* [Work to complete]
Repeat each line of the material word for word.

* [Input data]
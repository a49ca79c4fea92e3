"""Derived packages (redact.skeletons.derive, `redact derive`) and export from verified / .tar packages.

The parent is made once by the real pipeline on the crossing clip (scikit-image stills:
astronaut() public domain NASA, camera() CC0 Lav Varshney; see tests/conftest.py).

Outside references:
- SHA-256 of the parent's payload: hashlib (FIPS 180-4) over the bytes that the standard-library
  base64 decoder takes out of envelope.json (DSSE envelope.md: `payload` is base64 of the exact
  signed bytes).
- securesystemslib (PyPI) DSSE Envelope verifies the derived package's envelope.
- COCO-17 keypoint names (cocodataset.org keypoint format): the first five are the head.
- numpy.load reads the .npz export; pycocotools COCO.loadRes reads the COCO results export.
"""

from __future__ import annotations

import base64
import hashlib
import json
import shutil
from pathlib import Path

import numpy as np
import pytest
from click.testing import CliRunner

from redact.errors import InputError, OutputError, VerificationFailed
from redact.formats.tracks_json import TrackRecord, encode_tracks
from redact.pipeline import ProcessSettings, process_video
from redact.provenance.signing import Signer, generate_key
from redact.provenance.verify import verify_package
from redact.redaction.quality import FrameQuality, ReviewRange, ReviewRules, encode_quality_line, review_document
from redact.skeletons import derive as dv
from redact.skeletons.export import export_package
from redact.skeletons.privacy import PrivacyOptions
from redact.skeletons.rows import encode_row
from redact.vision.records import Tracks

# As published in the COCO keypoint format (cocodataset.org), typed here independently.
COCO_HEAD = ["nose", "left_eye", "right_eye", "left_ear", "right_ear"]
PARENT_SEED = bytes(32)
NEW_SEED = bytes([7]) * 32
PASS = "derive test passphrase"
OPTIONS = PrivacyOptions(drop_keypoints="head", normalise_proportions=True, noise_px=1.5, keep_every=2,
                         new_ids=True, relative_time=True, seed=918273645)


def _rows(path: Path) -> list[dict]:
    return [json.loads(line) for line in path.read_bytes().splitlines()]


def _payload(pkg_dir: Path) -> bytes:
    env = json.loads((pkg_dir / "envelope.json").read_bytes())
    return base64.b64decode(env["payload"])


def _walk_ints(obj, out: set) -> set:
    if isinstance(obj, bool):
        return out
    if isinstance(obj, int):
        out.add(obj)
    elif isinstance(obj, dict):
        for v in obj.values():
            _walk_ints(v, out)
    elif isinstance(obj, list):
        for v in obj:
            _walk_ints(v, out)
    return out


@pytest.fixture(scope="module")
def parent(crossing_clip, tmp_path_factory):
    d = tmp_path_factory.mktemp("derive")
    signer = Signer.from_seed(PARENT_SEED)
    result = process_video(crossing_clip.path, d / "out", signer, ProcessSettings())
    pub = d / "parent.public.pem"
    pub.write_bytes(signer.public_pem)
    return {"dir": d, "package": result.package, "signer": signer, "pub": pub}


@pytest.fixture(scope="module")
def derived(parent):
    out = parent["dir"] / "derived"
    new = Signer.from_seed(NEW_SEED)
    res = dv.derive(parent["package"], out, [parent["signer"].public_key], new, OPTIONS,
                    disclosure={"recipient": "a research group", "purpose": "gait study",
                                "date": "2025-06-01"})
    return {"result": res, "package": out, "signer": new}


@pytest.fixture(scope="module")
def derived_tar(parent, derived):
    """A .tar derived from the derived folder: tar output, then used as a .tar parent."""
    out = parent["dir"] / "derived2.tar"
    payload = dv.derive_package(derived["package"], out, [derived["signer"].public_key], derived["signer"],
                                PrivacyOptions(target_fps=5.0), archive=True)
    return {"package": out, "payload": payload}


def test_derived_package_verifies_under_the_new_key_only(parent, derived):
    new_pub = derived["signer"].public_key
    v = verify_package(derived["package"], [new_pub])
    assert v.key_id == derived["signer"].key_id and v.video_subject is None  # skeleton-only
    with pytest.raises(VerificationFailed):
        verify_package(derived["package"], [parent["signer"].public_key])
    # Outside implementation: securesystemslib's DSSE Envelope verifies the derived envelope.
    from cryptography.hazmat.primitives.asymmetric.ed25519 import Ed25519PrivateKey
    from securesystemslib.dsse import Envelope
    from securesystemslib.signer import SSlibKey

    env = json.loads((derived["package"] / "envelope.json").read_bytes())
    theirs = Envelope.from_dict(env)
    key = SSlibKey.from_crypto(Ed25519PrivateKey.from_private_bytes(NEW_SEED).public_key(),
                               keyid=derived["signer"].key_id)
    assert key.keyid in theirs.verify([key], 1)
    assert not any(p.name.startswith(".") for p in parent["dir"].iterdir())  # no staging left


def test_log_starts_with_the_parent_statement_hash(parent, derived):
    log = _rows(derived["package"] / "log.jsonl")
    first = log[0]
    want = hashlib.sha256(_payload(parent["package"])).hexdigest()  # FIPS 180-4 via hashlib
    assert first["kind"] == "derive" and first["seq"] == 0
    assert first["parent_statement_sha256"] == want
    assert first["parent_key_id"] == parent["signer"].key_id
    parent_pred = json.loads(_payload(parent["package"]))["predicate"]
    assert first["parent_log_head"] == parent_pred["log"]["head"]
    # the parent's log is not copied: no entry of the parent's run is in the new log
    assert [e["kind"] for e in log] == ["derive", "privacy", "disclosure", "sign"]
    pred = json.loads(_payload(derived["package"]))["predicate"]
    assert pred["parent"]["statement_sha256"] == want and pred["parent"]["key_id"] == parent["signer"].key_id
    assert pred["disclosure"]["recipient"] == "a research group"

* [Answer box]
repository a49ca79c4fea92e3
"""Derived packages (redact.skeletons.derive, `redact derive`) and export from verified / .tar packages.

The parent is made once by the real pipeline on the crossing clip (scikit-image stills:
astronaut() public domain NASA, camera() CC0 Lav Varshney; see tests/conftest.py).

Outside references:
- SHA-256 of the parent's payload: hashlib (FIPS 180-4) over the bytes that the standard-library
  base64 decoder takes out of envelope.json (DSSE envelope.md: `payload` is base64 of the exact
  signed bytes).
- securesystemslib (PyPI) DSSE Envelope verifies the derived package's envelope.
- COCO-17 keypoint names (cocodataset.org keypoint format): the first five are the head.
- numpy.load reads the .npz export; pycocotools COCO.loadRes reads the COCO results export.
"""

from __future__ import annotations

import base64
import hashlib
import json
import shutil
from pathlib import Path

import numpy as np
import pytest
from click.testing import CliRunner

from redact.errors import InputError, OutputError, VerificationFailed
from redact.formats.tracks_json import TrackRecord, encode_tracks
from redact.pipeline import ProcessSettings, process_video
from redact.provenance.signing import Signer, generate_key
from redact.provenance.verify import verify_package
from redact.redaction.quality import FrameQuality, ReviewRange, ReviewRules, encode_quality_line, review_document
from redact.skeletons import derive as dv
from redact.skeletons.export import export_package
from redact.skeletons.privacy import PrivacyOptions
from redact.skeletons.rows import encode_row
from redact.vision.records import Tracks

# As published in the COCO keypoint format (cocodataset.org), typed here independently.
COCO_HEAD = ["nose", "left_eye", "right_eye", "left_ear", "right_ear"]
PARENT_SEED = bytes(32)
NEW_SEED = bytes([7]) * 32
PASS = "derive test passphrase"
OPTIONS = PrivacyOptions(drop_keypoints="head", normalise_proportions=True, noise_px=1.5, keep_every=2,
                         new_ids=True, relative_time=True, seed=918273645)


def _rows(path: Path) -> list[dict]:
    return [json.loads(line) for line in path.read_bytes().splitlines()]


def _payload(pkg_dir: Path) -> bytes:
    env = json.loads((pkg_dir / "envelope.json").read_bytes())
    return base64.b64decode(env["payload"])


def _walk_ints(obj, out: set) -> set:
    if isinstance(obj, bool):
        return out
    if isinstance(obj, int):
        out.add(obj)
    elif isinstance(obj, dict):
        for v in obj.values():
            _walk_ints(v, out)
    elif isinstance(obj, list):
        for v in obj:
            _walk_ints(v, out)
    return out


@pytest.fixture(scope="module")
def parent(crossing_clip, tmp_path_factory):
    d = tmp_path_factory.mktemp("derive")
    signer = Signer.from_seed(PARENT_SEED)
    result = process_video(crossing_clip.path, d / "out", signer, ProcessSettings())
    pub = d / "parent.public.pem"
    pub.write_bytes(signer.public_pem)
    return {"dir": d, "package": result.package, "signer": signer, "pub": pub}


@pytest.fixture(scope="module")
def derived(parent):
    out = parent["dir"] / "derived"
    new = Signer.from_seed(NEW_SEED)
    res = dv.derive(parent["package"], out, [parent["signer"].public_key], new, OPTIONS,
                    disclosure={"recipient": "a research group", "purpose": "gait study",
                                "date": "2025-06-01"})
    return {"result": res, "package": out, "signer": new}


@pytest.fixture(scope="module")
def derived_tar(parent, derived):
    """A .tar derived from the derived folder: tar output, then used as a .tar parent."""
    out = parent["dir"] / "derived2.tar"
    payload = dv.derive_package(derived["package"], out, [derived["signer"].public_key], derived["signer"],
                                PrivacyOptions(target_fps=5.0), archive=True)
    return {"package": out, "payload": payload}


def test_derived_package_verifies_under_the_new_key_only(parent, derived):
    new_pub = derived["signer"].public_key
    v = verify_package(derived["package"], [new_pub])
    assert v.key_id == derived["signer"].key_id and v.video_subject is None  # skeleton-only
    with pytest.raises(VerificationFailed):
        verify_package(derived["package"], [parent["signer"].public_key])
    # Outside implementation: securesystemslib's DSSE Envelope verifies the derived envelope.
    from cryptography.hazmat.primitives.asymmetric.ed25519 import Ed25519PrivateKey
    from securesystemslib.dsse import Envelope
    from securesystemslib.signer import SSlibKey

    env = json.loads((derived["package"] / "envelope.json").read_bytes())
    theirs = Envelope.from_dict(env)
    key = SSlibKey.from_crypto(Ed25519PrivateKey.from_private_bytes(NEW_SEED).public_key(),
                               keyid=derived["signer"].key_id)
    assert key.keyid in theirs.verify([key], 1)
    assert not any(p.name.startswith(".") for p in parent["dir"].iterdir())  # no staging left


def test_log_starts_with_the_parent_statement_hash(parent, derived):
    log = _rows(derived["package"] / "log.jsonl")
    first = log[0]
    want = hashlib.sha256(_payload(parent["package"])).hexdigest()  # FIPS 180-4 via hashlib
    assert first["kind"] == "derive" and first["seq"] == 0
    assert first["parent_statement_sha256"] == want
    assert first["parent_key_id"] == parent["signer"].key_id
    parent_pred = json.loads(_payload(parent["package"]))["predicate"]
    assert first["parent_log_head"] == parent_pred["log"]["head"]
    # the parent's log is not copied: no entry of the parent's run is in the new log
    assert [e["kind"] for e in log] == ["derive", "privacy", "disclosure", "sign"]
    pred = json.loads(_payload(derived["package"]))["predicate"]
    assert pred["parent"]["statement_sha256"] == want and pred["parent"]["key_id"] == parent["signer"].key_id
    assert pred["disclosure"]["recipient"] == "a research group"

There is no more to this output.